### MATERIAL FOR THIS TASK
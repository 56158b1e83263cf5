/**
 * The text summary shared by `fit` and `run`: status, statistics, parameter table, shell table,
 * warnings and the recipe.
 */
import type { ExafsFitResult } from '../fit/exafs/refine';
import { textTable } from './output';

export function fmt(x: number, digits: number): string {
  return Number.isFinite(x) ? x.toFixed(digits) : '—';
}

export interface FitTextOptions {
  /** Which parameters go in the parameter table. */
  showParameter: (name: string) => boolean;
  /** Add a data-set column to the shell table. */
  datasetColumn?: boolean;
  recipe?: readonly string[];
}

/** Lines after the header: status, statistics, tables, warnings, recipe. */
export function fitResultLines(result: ExafsFitResult, options: FitTextOptions): string[] {
  const s = result.stats;
  const several = Boolean(options.datasetColumn);
  return [
    `status: ${result.status.code} after ${result.status.iterations} iterations (${result.status.message})`,
    `R-factor ${fmt(s.rFactor, 5)}  reduced chi-square ${fmt(s.reducedChiSquare, 2)}  independent points ${fmt(s.nIndependent, 1)}  varied ${s.nVaried}`,
    errorLine(result),
    '',
    textTable(['parameter', 'value', 'error', `${level(result)} interval`, 'state'], Object.entries(result.params).filter(([n]) => options.showParameter(n))
      .map(([n, p]) => [n, fmt(p.value, 4), fmt(p.error, 4), p.interval ? `${fmt(p.interval[0], 4)} to ${fmt(p.interval[1], 4)}` : '—', p.state])),
    textTable([...(several ? ['data set'] : []), 'shell', 'species', 'n', 'r (Å)', '± r', 'r0 (Å)', 'msrd (Å^2)', '± msrd'], result.shells.map((sh) => [
      ...(several ? [sh.dataset] : []), sh.id, sh.species, fmt(sh.n.value, 2), fmt(sh.r.value, 4), fmt(sh.r.error, 4), fmt(sh.r0, 4), fmt(sh.msrd.value, 5), fmt(sh.msrd.error, 5)])),
    ...result.warnings.map((w) => `warning: ${w}`),
    ...(options.recipe ?? []).map((r) => `recipe: ${r}`),
  ];
}

function level(result: ExafsFitResult): string {
  return `${Math.round(100 * (result.stats.intervalLevel ?? 0.95))} %`;
}

/** How the errors were obtained, in one line. */
function errorLine(result: ExafsFitResult): string {
  const s = result.stats;
  if (s.errorMethod === 'propagated') {
    return `errors: data noise propagated through the fit, scaled by the misfit ratio ${fmt(s.misfitRatio ?? NaN, 2)}`
      + ` (1 = residuals at the noise level); intervals: Student t with ${fmt(s.effectiveDegreesOfFreedom ?? NaN, 1)} degrees of freedom`;
  }
  return 'errors: covariance scaled by the reduced chi-square';
}
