/**
 * Where command output goes: to a file (written atomically, never over an input) or to stdout.
 */
import { resolve } from 'node:path';
import { writeFileAtomic } from '../core/files';
import type { CliIo } from './io';

/** Write text to `out` (a path, atomically) or print it. Returns a one-line note for the user. */
export function emit(io: CliIo, text: string, out: string | undefined, inputs: readonly string[]): void {
  if (out === undefined) {
    io.stdout(text.endsWith('\n') ? text : `${text}\n`);
    return;
  }
  writeFileAtomic(resolve(io.cwd, out), text, inputs.map((i) => resolve(io.cwd, i)));
}

/** JSON with typed arrays as plain arrays and numbers rounded to `digits` significant digits. */
export function toJson(value: unknown, digits = 10): string {
  return JSON.stringify(value, (_key, v) => {
    if (ArrayBuffer.isView(v) && !(v instanceof DataView)) return Array.from(v as unknown as ArrayLike<number>, (x) => round(x, digits));
    if (typeof v === 'number') return round(v, digits);
    return v;
  }, 2);
}

function round(x: number, digits: number): number | null {
  if (!Number.isFinite(x)) return null;
  if (x === 0) return 0;
  return Number(x.toPrecision(digits));
}

/** Fixed-width text table. */
export function textTable(header: string[], rows: (string | number)[][]): string {
  const cells = [header, ...rows.map((r) => r.map(String))];
  const widths = header.map((_, c) => Math.max(...cells.map((r) => r[c].length)));
  const line = (r: string[]) => r.map((cell, c) => (c === 0 ? cell.padEnd(widths[c]) : cell.padStart(widths[c]))).join('  ');
  return [line(cells[0]), widths.map((w) => '-'.repeat(w)).join('  '), ...cells.slice(1).map(line)].join('\n') + '\n';
}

### TRY IT
Review the material and copy each line in which the word "Math" appears.

### ANSWER SPACE
  return `${Math.round(100 * (result.stats.intervalLevel ?? 0.95))} %`;
  const widths = header.map((_, c) => Math.max(...cells.map((r) => r[c].length)));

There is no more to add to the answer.